- Information provided:
┄┄┄┄┄┄
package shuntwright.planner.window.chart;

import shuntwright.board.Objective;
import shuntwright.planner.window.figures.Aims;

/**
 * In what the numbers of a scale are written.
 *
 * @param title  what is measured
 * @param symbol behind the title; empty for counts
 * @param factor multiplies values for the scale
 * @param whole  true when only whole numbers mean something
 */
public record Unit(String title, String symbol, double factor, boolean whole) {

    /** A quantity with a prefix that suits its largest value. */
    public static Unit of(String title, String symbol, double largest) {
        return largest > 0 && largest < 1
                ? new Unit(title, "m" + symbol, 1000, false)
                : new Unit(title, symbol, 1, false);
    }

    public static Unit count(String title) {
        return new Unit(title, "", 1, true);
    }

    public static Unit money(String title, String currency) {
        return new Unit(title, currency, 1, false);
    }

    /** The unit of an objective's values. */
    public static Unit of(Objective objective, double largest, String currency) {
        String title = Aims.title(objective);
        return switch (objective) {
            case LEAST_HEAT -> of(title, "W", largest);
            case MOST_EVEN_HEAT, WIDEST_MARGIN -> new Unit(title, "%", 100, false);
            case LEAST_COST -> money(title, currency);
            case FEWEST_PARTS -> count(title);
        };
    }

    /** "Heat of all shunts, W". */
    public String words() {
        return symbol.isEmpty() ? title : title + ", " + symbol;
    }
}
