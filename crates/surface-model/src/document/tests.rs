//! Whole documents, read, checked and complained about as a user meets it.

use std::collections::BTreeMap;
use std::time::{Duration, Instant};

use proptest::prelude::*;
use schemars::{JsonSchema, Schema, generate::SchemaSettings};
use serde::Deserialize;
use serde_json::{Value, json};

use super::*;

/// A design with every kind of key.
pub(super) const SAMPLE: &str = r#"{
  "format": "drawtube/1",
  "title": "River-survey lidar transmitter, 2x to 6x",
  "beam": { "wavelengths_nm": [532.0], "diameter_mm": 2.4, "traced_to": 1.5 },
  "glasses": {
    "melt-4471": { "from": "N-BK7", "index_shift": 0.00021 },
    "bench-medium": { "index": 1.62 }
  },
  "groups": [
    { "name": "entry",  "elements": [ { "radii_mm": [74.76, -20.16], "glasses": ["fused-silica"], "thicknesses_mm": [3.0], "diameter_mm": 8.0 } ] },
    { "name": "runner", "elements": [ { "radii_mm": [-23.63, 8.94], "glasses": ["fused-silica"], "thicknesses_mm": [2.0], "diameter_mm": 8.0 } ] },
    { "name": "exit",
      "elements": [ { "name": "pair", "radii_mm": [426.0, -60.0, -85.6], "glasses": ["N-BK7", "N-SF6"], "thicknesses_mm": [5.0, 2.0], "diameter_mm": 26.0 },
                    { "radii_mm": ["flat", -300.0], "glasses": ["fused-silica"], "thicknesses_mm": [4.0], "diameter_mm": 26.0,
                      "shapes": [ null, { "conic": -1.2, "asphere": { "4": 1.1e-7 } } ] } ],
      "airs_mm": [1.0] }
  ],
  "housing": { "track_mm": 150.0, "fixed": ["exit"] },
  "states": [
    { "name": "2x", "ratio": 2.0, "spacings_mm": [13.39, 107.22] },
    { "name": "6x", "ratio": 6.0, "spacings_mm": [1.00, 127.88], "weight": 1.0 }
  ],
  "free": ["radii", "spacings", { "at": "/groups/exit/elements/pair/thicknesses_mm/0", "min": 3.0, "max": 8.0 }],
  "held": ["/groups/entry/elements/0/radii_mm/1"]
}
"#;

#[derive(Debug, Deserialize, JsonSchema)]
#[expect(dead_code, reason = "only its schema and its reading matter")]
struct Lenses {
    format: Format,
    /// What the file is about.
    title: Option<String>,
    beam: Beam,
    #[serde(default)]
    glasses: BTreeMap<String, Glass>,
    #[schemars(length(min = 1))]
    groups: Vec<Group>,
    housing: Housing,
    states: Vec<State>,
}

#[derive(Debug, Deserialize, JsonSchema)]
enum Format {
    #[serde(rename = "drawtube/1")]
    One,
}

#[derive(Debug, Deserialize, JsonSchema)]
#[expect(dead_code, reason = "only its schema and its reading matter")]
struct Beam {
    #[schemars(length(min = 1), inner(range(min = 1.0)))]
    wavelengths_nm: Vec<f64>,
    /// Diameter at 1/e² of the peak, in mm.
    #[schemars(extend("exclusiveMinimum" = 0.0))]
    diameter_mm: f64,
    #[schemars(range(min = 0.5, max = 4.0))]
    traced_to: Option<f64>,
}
┄┄┄┄┄┄
- What is being asked:
Restate word for word the entries above, starting at the line with "for the scale" and ending at the line with "user meets it.", inclusive, and no others.

- Answer:
 * @param factor multiplies values for the scale
 * @param whole  true when only whole numbers mean something
 */
public record Unit(String title, String symbol, double factor, boolean whole) {

    /** A quantity with a prefix that suits its largest value. */
    public static Unit of(String title, String symbol, double largest) {
        return largest > 0 && largest < 1
                ? new Unit(title, "m" + symbol, 1000, false)
                : new Unit(title, symbol, 1, false);
    }

    public static Unit count(String title) {
        return new Unit(title, "", 1, true);
    }

    public static Unit money(String title, String currency) {
        return new Unit(title, currency, 1, false);
    }

    /** The unit of an objective's values. */
    public static Unit of(Objective objective, double largest, String currency) {
        String title = Aims.title(objective);
        return switch (objective) {
            case LEAST_HEAT -> of(title, "W", largest);
            case MOST_EVEN_HEAT, WIDEST_MARGIN -> new Unit(title, "%", 100, false);
            case LEAST_COST -> money(title, currency);
            case FEWEST_PARTS -> count(title);
        };
    }

    /** "Heat of all shunts, W". */
    public String words() {
        return symbol.isEmpty() ? title : title + ", " + symbol;
    }
}
filename crates/surface-model/src/document/tests.rs
//! Whole documents, read, checked and complained about as a user meets it.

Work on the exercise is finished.